(Entries taken from a collection)
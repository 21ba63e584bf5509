//! Numerical values of ring elements through MPFR, and the cache of the
//! constants they need. A report evaluates tens of thousands of terms that
//! share a few dozen constants (pi powers, odd zeta values), so each constant
//! is computed once per precision and reused by every term of every element.
//!
//! The cached values are the very numbers a fresh computation gives (each is
//! MPFR's correctly rounded result at the working precision), and every term
//! is formed by the same operations in the same order, so a value does not
//! depend on what the cache held before.

use std::cmp::Ordering;
use std::collections::HashMap;

use rug::ops::Pow;
use rug::{Assign, Float};

use super::Exact;
use crate::error::{Error, Result};

/// pi powers and odd zeta values, at every precision asked for so far.
#[derive(Default)]
pub struct Constants {
    by_precision: HashMap<u32, AtPrecision>,
}

/// The constants at one precision, filled in as terms ask for them.
struct AtPrecision {
    prec: u32,
    pi: Float,
    pi_powers: HashMap<i32, Float>,
    zetas: HashMap<u32, Float>,
}

impl Constants {
    pub fn new() -> Self {
        Constants::default()
    }

    fn at(&mut self, prec: u32) -> &mut AtPrecision {
        self.by_precision
            .entry(prec)
            .or_insert_with(|| AtPrecision {
                prec,
                pi: Float::with_val(prec, rug::float::Constant::Pi),
                pi_powers: HashMap::new(),
                zetas: HashMap::new(),
            })
    }
}

impl AtPrecision {
    /// pi^e as pi rounded to the precision, then raised and rounded again.
    fn pi_power(&mut self, e: i32) -> &Float {
        let (prec, pi) = (self.prec, &self.pi);
        self.pi_powers
            .entry(e)
            .or_insert_with(|| Float::with_val(prec, pi.pow(e)))
    }

    fn zeta(&mut self, n: u32) -> &Float {
        let prec = self.prec;
        self.zetas
            .entry(n)
            .or_insert_with(|| Float::with_val(prec, Float::zeta_u(n)))
    }
}

impl Exact {
    /// Numerical value to `prec` bits; symbols must have been substituted.
    /// Works with guard bits and repeats at higher precision when terms
    /// cancel, so the result carries `prec` correct bits up to rounding.
    pub fn evaluate(&self, prec: u32) -> Result<Float> {
        self.evaluate_with(prec, &mut Constants::new())
    }

    /// The same value as [`Exact::evaluate`], taking the constants from
    /// `constants` and leaving there the ones it computed.
    pub fn evaluate_with(&self, prec: u32, constants: &mut Constants) -> Result<Float> {
        if let Some((m, _)) = self.terms().find(|(m, _)| !m.symbols().is_empty()) {
            return Err(Error::input(format!(
                "cannot evaluate {self} numerically: symbol '{}' has no value",
                m.symbols()[0].0
            )));
        }
        let mut work = prec + 32;
        loop {
            let (sum, largest) = self.sum_at(constants.at(work));
            if largest.is_zero() {
                return Ok(Float::with_val(prec, 0));
            }
            // The sum keeps about `work - lost` correct bits; distinct monomials
            // are independent, so a zero sum only means too few bits.
            let lost = if sum.is_zero() {
                work
            } else {
                (largest.get_exp().unwrap_or(0) - sum.get_exp().unwrap_or(0)).max(0) as u32
            };
            if work >= prec + lost + 16 {
                return Ok(Float::with_val(prec, &sum));
            }
            if work > prec + 200_000 {
                return Err(Error::numeric(format!(
                    "{self} cancels to below 2^-200000 of its largest term"
                )));
            }
            work = prec + lost + 32;
        }
    }

    /// The sum of the terms and the largest of their magnitudes, at the
    /// constants' precision.
    fn sum_at(&self, constants: &mut AtPrecision) -> (Float, Float) {
        let prec = constants.prec;
        let mut sum = Float::with_val(prec, 0);
        let mut largest = Float::with_val(prec, 0);
        let mut t = Float::new(prec);
        for (m, c) in self.terms() {
            t.assign(c);
            // pi^0 is exactly 1, and so is the product with it.
            if m.pi_exponent() != 0 {
                t *= constants.pi_power(m.pi_exponent());
            }
            for &z in m.zetas() {
                t *= constants.zeta(z);
            }
            if t.cmp_abs(&largest) == Some(Ordering::Greater) {
                largest.assign(t.abs_ref());
            }
            sum += &t;
        }
        (sum, largest)
    }
}

#[cfg(test)]
mod tests {
    use rug::Rational;

    use super::*;
    use crate::exact::ring::Monomial;

    /// 3/7 pi^4 zeta(3) - 5 zeta(5)^2 + 2/3 pi^(-2): pi powers of both signs
    /// and a repeated zeta factor.
    fn sample() -> Exact {
        let mut x = Exact::zero();
        x.add_term(
            Monomial::from_parts(4, vec![3], Vec::new()),
            Rational::from((3, 7)),
        );
        x.add_term(
            Monomial::from_parts(0, vec![5, 5], Vec::new()),
            Rational::from(-5),
        );
        x.add_term(Monomial::pi_power(-2), Rational::from((2, 3)));
        x
    }

    #[test]
    fn a_shared_cache_gives_the_fresh_values() {
        let x = sample();
        let y = &x * &x;
        let mut shared = Constants::new();
        for prec in [64, 200, 64, 1000, 200] {
            for e in [&x, &y, &x] {
                let fresh = e.evaluate(prec).unwrap();
                let cached = e.evaluate_with(prec, &mut shared).unwrap();
                assert_eq!(fresh, cached, "precision {prec}");
                assert_eq!(fresh.prec(), prec);
            }
        }
    }

    #[test]
    fn symbols_are_refused() {
        let x = &sample() + &Exact::symbol("c2");
        let e = x.evaluate_with(64, &mut Constants::new()).unwrap_err();
        assert!(e.message().contains("'c2'"), "{e}");
    }
}
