"""loopwise from Python: exact weak-coupling expansions of planar N=4 SYM
quantities, their values at finite coupling, checks of series files,
the six-gluon origin analysis and numerical identification, computed by the
Rust library in-process (no subprocess).

Quantities are catalogue names (``"cusp"``, ``"octagon"``, ...) or formulas
of the coefficient language (``"Gamma(pi/6)"``, ``"-zeta(2)/2*cusp + Delta(0)/4"``),
exactly as on the command line.

Numbers: ``Coefficient.value`` is decimal text and ``Coefficient.mpf()``
the same digits as an ``mpmath.mpf``. :func:`at`, :func:`scan` and
:func:`evaluate` return ``mpmath.mpf`` values when mpmath is importable and
decimal text otherwise (``as_text=True`` asks for text always). Every mpf
holds all the digits it was given, whatever ``mpmath.mp.dps`` is; raise
``mp.dps`` to compute with them.

Errors: unusable input (text outside the language, unknown names, numbers
out of range, files that cannot be read or used) raises :class:`InputError`,
a ``ValueError``, with the command line's message (file, line and column
where there are any); a numerical computation that cannot reach the asked
accuracy raises :class:`NumericError`, an ``ArithmeticError``. Predictions
that are conjectures of the literature carry ``status == "conjecture"`` and
emit a :class:`ConjectureWarning`.
"""

from __future__ import annotations

import json
import os
import warnings
from typing import Any, Dict, List, NamedTuple, Optional, Sequence, Union

from . import _native
from ._native import InputError, NumericError
from ._numbers import number_or_text, number_text, optional_whole, to_mpf, whole
from ._symbolic import mzv_class, to_sympy

__version__: str = _native.__version__

__all__ = [
    "Coefficient",
    "ConjectureWarning",
    "Expansion",
    "InputError",
    "MZV",
    "NumericError",
    "Point",
    "Value",
    "at",
    "check",
    "evaluate",
    "expand",
    "identify",
    "origin",
    "scan",
    "to_sympy",
]
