//! Bernoulli numbers, exactly, and the rational prefactor of the even zeta
//! values: zeta(2n) = (-1)^(n+1) B_(2n) (2 pi)^(2n) / (2 (2n)!)
//! (Abramowitz & Stegun 23.2.16). Computed from the defining recurrence,
//! never read from a table, and cached because every kernel entry asks.

use std::sync::{Mutex, OnceLock};

use rug::{Integer, Rational};

fn cache() -> &'static Mutex<Vec<Rational>> {
    static CACHE: OnceLock<Mutex<Vec<Rational>>> = OnceLock::new();
    CACHE.get_or_init(|| Mutex::new(vec![Rational::from(1)]))
}

/// B_n with the convention B_1 = -1/2, from sum_{k=0}^{m} C(m+1, k) B_k = 0
/// (A&S 23.1.1 with x = 0; common practice).
pub fn bernoulli(n: u32) -> Rational {
    let mut table = cache().lock().unwrap_or_else(|e| e.into_inner());
    while table.len() <= n as usize {
        let m = table.len() as u32;
        let mut sum = Rational::new();
        let mut binom = Integer::from(1);
        for (k, b) in table.iter().enumerate() {
            sum += Rational::from(&binom * b.numer()) / b.denom();
            binom = binom * (m + 1 - k as u32) / (k as u32 + 1);
        }
        table.push(-sum / Integer::from(m + 1));
    }
    table[n as usize].clone()
}

/// zeta(2n) / pi^(2n), a positive rational for n >= 1.
pub fn even_zeta_over_pi_power(n: u32) -> Rational {
    let b = bernoulli(2 * n);
    let two_n_fact = Integer::from(Integer::factorial(2 * n));
    let value = b * (Integer::from(1) << (2 * n)) / (two_n_fact * 2u32);
    if n % 2 == 0 {
        -value
    } else {
        value
    }
}

#[cfg(test)]
mod tests {
    use super::*;

    fn q(n: i64, d: i64) -> Rational {
        Rational::from((n, d))
    }

    /// Abramowitz & Stegun table 23.2 (Bernoulli numbers B_n).
    #[test]
    fn bernoulli_against_handbook_table() {
        let table = [
            (0, q(1, 1)),
            (1, q(-1, 2)),
            (2, q(1, 6)),
            (3, q(0, 1)),
            (4, q(-1, 30)),
            (6, q(1, 42)),
            (8, q(-1, 30)),
            (10, q(5, 66)),
            (12, q(-691, 2730)),
            (14, q(7, 6)),
            (16, q(-3617, 510)),
            (18, q(43867, 798)),
            (20, q(-174611, 330)),
        ];
        for (n, expected) in table {
            assert_eq!(bernoulli(n), expected, "B_{n}");
        }
        for n in (3..60).step_by(2) {
            assert_eq!(bernoulli(n), 0, "odd B_{n} vanishes");
        }
    }

    /// zeta(2)=pi^2/6, zeta(4)=pi^4/90, zeta(6)=pi^6/945, zeta(8)=pi^8/9450,
    /// zeta(10)=pi^10/93555 (A&S table 23.3).
    #[test]
    fn even_zeta_values_against_handbook() {
        for (n, d) in [(1u32, 6i64), (2, 90), (3, 945), (4, 9450), (5, 93555)] {
            assert_eq!(even_zeta_over_pi_power(n), q(1, d), "zeta({})", 2 * n);
        }
        assert_eq!(
            even_zeta_over_pi_power(6),
            q(691, 638512875),
            "zeta(12), A&S 23.3"
        );
    }
}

• DESCRIPTION OF THE TASK: Without changing anything, quote the lines from the top of the data to the line that contains "gives (each is", including that line.

• FINAL ANSWER:
repository 21ba63e584bf5509
//! Numerical values of ring elements through MPFR, and the cache of the
//! constants they need. A report evaluates tens of thousands of terms that
//! share a few dozen constants (pi powers, odd zeta values), so each constant
//! is computed once per precision and reused by every term of every element.
//!
//! The cached values are the very numbers a fresh computation gives (each is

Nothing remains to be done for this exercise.